[Extracted entries]

((

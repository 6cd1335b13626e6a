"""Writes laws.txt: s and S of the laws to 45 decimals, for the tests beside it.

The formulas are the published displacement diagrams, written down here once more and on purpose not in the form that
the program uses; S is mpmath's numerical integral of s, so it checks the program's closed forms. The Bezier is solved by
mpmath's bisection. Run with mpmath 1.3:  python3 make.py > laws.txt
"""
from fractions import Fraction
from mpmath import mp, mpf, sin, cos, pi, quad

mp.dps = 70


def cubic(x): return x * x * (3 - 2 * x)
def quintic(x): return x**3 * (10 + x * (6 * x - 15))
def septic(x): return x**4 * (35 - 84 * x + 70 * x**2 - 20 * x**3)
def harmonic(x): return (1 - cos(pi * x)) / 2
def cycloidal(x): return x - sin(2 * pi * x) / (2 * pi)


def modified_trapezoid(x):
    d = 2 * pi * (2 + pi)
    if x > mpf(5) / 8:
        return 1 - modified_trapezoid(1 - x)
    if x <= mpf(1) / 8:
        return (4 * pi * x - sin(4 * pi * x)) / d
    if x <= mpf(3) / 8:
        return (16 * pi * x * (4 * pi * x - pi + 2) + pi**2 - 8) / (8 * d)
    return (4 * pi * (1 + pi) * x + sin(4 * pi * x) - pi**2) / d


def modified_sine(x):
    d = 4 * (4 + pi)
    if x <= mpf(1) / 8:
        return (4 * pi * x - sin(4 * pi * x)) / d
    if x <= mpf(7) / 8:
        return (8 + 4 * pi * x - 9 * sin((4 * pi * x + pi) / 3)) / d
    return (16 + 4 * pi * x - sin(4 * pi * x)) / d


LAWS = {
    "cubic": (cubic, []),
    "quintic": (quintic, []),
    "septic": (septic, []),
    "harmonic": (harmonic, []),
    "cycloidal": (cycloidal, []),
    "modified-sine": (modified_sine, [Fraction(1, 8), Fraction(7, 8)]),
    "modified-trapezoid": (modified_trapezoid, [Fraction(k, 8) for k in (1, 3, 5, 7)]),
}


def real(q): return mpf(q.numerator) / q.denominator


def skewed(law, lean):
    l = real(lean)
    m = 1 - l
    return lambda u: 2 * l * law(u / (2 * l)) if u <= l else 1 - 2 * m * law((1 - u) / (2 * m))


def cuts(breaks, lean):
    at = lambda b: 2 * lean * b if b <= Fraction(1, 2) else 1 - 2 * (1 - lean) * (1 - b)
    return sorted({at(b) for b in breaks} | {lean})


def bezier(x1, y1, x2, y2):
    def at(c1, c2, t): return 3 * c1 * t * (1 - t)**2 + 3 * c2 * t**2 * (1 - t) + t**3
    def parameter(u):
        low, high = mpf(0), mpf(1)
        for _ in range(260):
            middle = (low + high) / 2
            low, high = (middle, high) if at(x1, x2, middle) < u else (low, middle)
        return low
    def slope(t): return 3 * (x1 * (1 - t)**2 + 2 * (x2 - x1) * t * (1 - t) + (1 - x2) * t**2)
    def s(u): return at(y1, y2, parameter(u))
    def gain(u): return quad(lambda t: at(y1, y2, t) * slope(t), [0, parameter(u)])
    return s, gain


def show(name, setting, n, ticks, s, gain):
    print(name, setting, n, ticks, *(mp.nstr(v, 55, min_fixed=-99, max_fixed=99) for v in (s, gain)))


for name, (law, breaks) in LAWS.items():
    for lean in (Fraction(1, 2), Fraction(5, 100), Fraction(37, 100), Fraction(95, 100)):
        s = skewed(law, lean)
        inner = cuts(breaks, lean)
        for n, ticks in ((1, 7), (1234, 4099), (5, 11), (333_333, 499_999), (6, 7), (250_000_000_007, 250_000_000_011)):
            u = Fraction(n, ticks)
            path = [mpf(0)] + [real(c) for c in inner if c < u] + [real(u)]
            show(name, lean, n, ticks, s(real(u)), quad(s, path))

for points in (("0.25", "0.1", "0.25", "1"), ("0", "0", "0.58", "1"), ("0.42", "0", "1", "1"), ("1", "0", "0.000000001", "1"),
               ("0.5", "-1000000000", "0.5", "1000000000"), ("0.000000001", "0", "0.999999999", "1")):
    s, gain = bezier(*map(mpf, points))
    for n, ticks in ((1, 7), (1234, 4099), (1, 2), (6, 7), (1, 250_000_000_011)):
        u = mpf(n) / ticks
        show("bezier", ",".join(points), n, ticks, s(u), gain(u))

))
((

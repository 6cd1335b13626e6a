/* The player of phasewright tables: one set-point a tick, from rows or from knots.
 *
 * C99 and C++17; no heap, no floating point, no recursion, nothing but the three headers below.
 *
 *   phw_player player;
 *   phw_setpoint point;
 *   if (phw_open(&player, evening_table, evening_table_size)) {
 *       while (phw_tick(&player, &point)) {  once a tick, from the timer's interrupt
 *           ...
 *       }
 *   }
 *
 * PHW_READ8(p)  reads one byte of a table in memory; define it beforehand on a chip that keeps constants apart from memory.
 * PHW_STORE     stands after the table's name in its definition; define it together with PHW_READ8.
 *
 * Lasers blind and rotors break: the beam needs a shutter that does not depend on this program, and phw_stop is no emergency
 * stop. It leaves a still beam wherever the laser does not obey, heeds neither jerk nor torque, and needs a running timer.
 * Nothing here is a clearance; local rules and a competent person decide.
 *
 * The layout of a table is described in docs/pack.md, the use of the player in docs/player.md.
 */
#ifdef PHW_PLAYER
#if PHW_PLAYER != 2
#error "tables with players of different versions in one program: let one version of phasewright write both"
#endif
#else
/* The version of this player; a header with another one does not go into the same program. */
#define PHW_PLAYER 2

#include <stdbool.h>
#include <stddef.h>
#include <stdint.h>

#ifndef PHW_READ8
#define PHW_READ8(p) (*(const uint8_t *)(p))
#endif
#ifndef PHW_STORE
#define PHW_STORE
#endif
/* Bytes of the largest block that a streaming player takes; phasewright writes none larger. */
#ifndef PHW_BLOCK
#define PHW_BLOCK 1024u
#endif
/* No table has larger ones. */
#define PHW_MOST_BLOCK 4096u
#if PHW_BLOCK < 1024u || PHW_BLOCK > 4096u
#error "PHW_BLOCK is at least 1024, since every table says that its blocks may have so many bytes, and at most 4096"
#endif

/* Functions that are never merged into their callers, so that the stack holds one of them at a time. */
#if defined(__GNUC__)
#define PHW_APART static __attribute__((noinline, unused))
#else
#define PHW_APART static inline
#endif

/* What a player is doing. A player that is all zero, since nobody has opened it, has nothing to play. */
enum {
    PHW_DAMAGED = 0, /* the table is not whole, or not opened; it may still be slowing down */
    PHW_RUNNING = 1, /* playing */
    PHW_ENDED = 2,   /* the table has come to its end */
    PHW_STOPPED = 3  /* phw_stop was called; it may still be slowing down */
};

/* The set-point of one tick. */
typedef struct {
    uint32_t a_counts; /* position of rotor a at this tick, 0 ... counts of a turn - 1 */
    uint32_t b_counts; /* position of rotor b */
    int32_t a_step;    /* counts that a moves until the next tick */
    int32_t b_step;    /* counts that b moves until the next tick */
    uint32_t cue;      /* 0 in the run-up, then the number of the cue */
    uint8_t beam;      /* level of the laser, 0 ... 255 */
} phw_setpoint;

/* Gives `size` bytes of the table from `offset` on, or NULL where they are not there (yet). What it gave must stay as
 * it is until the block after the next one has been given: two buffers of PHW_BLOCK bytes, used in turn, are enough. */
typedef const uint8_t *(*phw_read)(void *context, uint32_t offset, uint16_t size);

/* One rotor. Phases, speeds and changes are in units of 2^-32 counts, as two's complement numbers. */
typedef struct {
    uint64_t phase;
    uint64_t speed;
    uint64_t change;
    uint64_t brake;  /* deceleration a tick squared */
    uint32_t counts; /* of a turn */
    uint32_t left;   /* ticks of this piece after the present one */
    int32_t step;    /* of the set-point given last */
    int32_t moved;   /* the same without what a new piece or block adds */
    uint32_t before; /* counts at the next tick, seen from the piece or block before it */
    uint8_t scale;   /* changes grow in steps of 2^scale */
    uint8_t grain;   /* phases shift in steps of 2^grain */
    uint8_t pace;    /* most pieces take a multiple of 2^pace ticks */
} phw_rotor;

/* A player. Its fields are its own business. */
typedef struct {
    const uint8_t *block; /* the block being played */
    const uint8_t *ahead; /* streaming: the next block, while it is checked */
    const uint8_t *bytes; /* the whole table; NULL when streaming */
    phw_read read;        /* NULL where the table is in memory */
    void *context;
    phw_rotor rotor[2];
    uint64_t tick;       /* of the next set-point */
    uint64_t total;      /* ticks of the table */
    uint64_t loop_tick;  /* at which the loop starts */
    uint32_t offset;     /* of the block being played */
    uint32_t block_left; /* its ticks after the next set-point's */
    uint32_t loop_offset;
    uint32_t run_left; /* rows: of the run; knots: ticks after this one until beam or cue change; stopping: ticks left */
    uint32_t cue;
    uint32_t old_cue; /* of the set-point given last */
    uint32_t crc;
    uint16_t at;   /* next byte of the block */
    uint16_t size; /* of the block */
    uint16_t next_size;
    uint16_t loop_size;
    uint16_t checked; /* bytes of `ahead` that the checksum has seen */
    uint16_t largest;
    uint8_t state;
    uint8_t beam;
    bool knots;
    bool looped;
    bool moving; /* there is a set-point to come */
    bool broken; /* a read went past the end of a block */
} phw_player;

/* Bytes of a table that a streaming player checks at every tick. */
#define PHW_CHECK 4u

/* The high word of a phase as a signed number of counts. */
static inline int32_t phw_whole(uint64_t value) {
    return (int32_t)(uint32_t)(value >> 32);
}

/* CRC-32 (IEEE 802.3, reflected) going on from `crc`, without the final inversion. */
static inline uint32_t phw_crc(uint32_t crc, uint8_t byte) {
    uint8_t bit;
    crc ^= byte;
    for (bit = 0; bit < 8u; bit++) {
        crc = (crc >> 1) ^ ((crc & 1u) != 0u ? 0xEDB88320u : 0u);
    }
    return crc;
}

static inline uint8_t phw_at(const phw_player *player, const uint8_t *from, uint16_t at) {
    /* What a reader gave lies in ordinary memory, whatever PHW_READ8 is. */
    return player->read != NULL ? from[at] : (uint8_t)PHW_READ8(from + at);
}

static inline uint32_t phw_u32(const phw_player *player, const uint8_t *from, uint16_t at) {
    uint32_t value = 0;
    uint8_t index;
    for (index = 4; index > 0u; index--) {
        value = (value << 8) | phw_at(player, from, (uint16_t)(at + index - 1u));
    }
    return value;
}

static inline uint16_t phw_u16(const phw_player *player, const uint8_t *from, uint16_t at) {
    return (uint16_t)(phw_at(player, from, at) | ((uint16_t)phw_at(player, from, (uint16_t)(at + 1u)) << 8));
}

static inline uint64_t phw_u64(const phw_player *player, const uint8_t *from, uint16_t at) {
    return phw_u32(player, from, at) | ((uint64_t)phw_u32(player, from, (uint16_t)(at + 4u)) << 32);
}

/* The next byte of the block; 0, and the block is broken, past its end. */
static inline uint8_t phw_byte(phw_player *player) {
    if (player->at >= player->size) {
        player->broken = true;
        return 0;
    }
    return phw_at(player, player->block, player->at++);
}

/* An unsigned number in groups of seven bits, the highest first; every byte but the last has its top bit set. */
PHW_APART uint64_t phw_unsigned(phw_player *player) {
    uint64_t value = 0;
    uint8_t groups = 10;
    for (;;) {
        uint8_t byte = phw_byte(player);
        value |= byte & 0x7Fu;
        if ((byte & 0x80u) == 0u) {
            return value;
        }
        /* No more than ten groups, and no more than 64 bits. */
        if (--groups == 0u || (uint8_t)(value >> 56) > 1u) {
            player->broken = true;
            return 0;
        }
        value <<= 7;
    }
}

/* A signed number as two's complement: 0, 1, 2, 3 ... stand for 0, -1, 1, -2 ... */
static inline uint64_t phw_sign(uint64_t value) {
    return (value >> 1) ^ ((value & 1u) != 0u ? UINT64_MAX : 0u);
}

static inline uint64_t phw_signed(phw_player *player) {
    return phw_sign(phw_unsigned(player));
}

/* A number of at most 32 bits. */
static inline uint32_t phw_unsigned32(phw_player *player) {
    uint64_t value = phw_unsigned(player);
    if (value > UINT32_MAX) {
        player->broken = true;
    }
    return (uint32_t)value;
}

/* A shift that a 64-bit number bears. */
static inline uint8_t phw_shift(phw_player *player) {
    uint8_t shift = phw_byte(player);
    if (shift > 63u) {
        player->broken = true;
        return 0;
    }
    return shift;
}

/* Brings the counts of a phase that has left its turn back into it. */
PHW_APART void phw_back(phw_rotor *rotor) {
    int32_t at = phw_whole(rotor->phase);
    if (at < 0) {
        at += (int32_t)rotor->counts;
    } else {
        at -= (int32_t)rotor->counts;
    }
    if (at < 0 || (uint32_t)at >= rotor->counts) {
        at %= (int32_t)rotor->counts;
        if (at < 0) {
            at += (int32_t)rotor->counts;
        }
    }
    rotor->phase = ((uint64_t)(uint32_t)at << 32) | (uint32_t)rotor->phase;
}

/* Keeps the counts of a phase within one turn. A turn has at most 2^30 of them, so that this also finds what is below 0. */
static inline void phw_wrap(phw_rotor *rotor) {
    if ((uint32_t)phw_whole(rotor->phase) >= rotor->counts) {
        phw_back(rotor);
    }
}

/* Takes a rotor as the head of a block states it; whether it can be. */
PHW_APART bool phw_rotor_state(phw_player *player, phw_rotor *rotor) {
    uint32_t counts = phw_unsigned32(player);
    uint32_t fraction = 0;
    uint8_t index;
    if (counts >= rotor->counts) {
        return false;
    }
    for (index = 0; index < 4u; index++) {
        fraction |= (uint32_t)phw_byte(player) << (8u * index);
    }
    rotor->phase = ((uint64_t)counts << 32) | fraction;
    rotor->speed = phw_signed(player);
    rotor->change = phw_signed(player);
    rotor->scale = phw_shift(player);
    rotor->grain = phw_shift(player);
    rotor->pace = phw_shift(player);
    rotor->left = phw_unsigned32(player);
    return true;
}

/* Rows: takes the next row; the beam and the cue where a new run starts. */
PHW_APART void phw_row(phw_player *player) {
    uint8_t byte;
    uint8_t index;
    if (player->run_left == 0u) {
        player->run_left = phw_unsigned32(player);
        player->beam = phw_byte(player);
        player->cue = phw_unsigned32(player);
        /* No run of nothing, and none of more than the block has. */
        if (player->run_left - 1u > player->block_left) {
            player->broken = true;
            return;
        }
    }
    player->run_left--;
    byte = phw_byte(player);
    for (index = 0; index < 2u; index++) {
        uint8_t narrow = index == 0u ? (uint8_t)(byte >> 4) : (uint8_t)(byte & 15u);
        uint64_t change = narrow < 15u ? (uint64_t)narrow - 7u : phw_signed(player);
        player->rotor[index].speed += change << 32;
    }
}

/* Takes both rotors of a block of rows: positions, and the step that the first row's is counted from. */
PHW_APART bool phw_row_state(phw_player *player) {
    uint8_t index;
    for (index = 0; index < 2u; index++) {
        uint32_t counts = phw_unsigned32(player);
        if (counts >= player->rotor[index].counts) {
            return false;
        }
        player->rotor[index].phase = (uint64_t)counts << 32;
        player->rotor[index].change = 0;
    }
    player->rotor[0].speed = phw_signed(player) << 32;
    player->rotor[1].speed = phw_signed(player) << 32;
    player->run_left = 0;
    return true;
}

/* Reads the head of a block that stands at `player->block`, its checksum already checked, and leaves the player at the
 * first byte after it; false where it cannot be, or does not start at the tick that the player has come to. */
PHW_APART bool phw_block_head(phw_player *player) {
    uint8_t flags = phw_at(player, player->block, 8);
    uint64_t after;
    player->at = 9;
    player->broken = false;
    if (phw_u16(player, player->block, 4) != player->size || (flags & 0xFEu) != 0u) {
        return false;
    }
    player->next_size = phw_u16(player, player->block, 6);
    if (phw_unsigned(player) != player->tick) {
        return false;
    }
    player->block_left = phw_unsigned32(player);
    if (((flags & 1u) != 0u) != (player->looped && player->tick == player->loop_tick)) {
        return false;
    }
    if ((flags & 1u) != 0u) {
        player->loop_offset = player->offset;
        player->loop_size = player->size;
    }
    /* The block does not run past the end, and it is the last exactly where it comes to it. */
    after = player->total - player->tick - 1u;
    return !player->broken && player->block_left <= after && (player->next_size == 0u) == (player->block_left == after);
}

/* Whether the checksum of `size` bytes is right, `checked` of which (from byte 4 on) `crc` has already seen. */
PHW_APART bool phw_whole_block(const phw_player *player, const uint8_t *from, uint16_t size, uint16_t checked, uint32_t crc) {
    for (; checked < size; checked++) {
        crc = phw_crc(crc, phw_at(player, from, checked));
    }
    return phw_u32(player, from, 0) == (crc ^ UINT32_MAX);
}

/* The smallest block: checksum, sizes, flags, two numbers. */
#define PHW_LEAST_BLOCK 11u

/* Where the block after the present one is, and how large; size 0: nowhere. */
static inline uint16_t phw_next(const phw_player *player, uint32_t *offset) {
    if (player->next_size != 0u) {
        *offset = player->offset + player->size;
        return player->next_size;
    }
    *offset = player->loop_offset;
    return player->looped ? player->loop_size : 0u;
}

))
((

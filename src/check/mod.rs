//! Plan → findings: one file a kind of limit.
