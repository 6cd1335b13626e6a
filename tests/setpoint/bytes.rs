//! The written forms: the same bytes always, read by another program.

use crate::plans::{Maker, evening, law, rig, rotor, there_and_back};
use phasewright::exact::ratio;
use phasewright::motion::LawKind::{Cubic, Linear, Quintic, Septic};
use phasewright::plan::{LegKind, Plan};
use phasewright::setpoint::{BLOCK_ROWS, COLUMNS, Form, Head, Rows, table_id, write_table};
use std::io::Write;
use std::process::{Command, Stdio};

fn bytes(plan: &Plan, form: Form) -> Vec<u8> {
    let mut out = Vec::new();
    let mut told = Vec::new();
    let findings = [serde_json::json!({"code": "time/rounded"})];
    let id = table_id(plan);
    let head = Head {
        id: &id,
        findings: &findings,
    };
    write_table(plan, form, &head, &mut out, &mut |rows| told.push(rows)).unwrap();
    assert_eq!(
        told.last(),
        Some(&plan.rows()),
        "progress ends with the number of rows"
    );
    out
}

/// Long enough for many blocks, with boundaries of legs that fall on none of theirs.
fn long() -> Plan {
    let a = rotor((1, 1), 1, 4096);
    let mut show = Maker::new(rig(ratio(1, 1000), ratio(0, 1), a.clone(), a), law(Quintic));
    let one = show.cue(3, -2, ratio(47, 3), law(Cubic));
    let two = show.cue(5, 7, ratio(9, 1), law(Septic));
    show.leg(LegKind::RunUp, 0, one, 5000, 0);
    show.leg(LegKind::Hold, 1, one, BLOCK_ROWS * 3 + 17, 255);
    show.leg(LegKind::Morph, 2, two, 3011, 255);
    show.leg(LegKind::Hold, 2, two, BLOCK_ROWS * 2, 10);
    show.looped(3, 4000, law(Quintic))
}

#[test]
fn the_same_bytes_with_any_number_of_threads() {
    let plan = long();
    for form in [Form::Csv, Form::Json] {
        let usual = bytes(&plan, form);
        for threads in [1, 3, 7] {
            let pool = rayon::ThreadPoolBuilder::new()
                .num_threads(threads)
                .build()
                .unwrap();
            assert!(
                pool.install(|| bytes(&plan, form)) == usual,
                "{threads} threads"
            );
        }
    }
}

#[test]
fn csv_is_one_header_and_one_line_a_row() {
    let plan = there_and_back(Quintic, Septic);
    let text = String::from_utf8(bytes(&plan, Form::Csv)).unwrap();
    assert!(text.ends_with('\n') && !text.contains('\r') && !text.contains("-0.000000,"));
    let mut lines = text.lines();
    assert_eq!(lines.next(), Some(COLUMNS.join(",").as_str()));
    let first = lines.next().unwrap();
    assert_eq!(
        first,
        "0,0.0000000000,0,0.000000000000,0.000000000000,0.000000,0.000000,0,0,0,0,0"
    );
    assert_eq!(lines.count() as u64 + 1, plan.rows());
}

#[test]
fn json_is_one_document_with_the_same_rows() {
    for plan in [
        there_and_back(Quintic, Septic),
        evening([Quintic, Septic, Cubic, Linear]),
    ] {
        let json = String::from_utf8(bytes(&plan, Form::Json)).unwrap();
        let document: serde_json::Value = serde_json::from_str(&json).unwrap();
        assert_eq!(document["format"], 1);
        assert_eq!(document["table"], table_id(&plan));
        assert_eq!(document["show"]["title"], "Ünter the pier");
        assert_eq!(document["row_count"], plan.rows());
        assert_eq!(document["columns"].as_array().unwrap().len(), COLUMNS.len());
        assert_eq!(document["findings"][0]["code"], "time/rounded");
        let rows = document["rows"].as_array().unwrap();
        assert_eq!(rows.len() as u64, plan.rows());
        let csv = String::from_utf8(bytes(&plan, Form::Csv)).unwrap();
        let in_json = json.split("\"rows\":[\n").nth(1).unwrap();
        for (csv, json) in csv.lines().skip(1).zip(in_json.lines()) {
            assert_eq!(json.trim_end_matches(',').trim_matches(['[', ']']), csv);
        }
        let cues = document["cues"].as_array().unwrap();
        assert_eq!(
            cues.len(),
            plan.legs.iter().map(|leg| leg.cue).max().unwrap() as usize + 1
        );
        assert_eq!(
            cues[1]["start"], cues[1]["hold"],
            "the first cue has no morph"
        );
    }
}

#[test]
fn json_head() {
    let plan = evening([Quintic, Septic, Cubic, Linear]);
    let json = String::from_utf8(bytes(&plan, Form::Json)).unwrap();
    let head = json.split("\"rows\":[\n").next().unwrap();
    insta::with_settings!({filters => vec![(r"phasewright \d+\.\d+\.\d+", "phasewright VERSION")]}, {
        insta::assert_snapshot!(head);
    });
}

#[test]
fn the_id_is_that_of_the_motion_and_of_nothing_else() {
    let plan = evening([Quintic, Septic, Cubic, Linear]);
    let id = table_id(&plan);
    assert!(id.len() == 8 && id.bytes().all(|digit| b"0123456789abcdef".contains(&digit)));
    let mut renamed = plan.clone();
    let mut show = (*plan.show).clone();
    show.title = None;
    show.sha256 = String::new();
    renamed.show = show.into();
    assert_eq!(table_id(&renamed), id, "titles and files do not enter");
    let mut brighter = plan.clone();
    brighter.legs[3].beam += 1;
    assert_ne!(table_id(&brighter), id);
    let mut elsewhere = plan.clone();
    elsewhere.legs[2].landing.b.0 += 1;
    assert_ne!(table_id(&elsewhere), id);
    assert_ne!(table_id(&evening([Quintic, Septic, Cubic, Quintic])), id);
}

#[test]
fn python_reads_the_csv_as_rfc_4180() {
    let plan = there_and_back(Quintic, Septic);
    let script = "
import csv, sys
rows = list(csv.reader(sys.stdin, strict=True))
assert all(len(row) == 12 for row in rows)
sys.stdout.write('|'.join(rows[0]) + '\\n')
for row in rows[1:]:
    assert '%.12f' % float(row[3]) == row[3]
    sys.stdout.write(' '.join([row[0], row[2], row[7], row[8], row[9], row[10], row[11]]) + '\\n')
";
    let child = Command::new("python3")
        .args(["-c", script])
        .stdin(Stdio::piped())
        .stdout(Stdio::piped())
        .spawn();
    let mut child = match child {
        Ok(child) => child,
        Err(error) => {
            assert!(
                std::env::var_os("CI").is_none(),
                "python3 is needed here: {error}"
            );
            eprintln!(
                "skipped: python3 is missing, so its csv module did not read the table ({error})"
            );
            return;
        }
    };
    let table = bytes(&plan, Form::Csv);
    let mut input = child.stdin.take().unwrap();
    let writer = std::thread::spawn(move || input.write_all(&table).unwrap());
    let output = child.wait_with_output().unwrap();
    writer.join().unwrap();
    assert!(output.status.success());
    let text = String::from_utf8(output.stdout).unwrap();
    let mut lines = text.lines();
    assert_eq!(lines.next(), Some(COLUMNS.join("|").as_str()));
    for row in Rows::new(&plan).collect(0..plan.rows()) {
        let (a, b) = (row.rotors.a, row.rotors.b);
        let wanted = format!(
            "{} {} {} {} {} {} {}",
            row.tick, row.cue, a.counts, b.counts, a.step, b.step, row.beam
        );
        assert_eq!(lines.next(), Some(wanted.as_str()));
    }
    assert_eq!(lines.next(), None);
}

))

Every line containing the word "COLUMNS" must be copied from the material above.

use phasewright::setpoint::{BLOCK_ROWS, COLUMNS, Form, Head, Rows, table_id, write_table};
    assert_eq!(lines.next(), Some(COLUMNS.join(",").as_str()));
        assert_eq!(document["columns"].as_array().unwrap().len(), COLUMNS.len());
    assert_eq!(lines.next(), Some(COLUMNS.join("|").as_str()));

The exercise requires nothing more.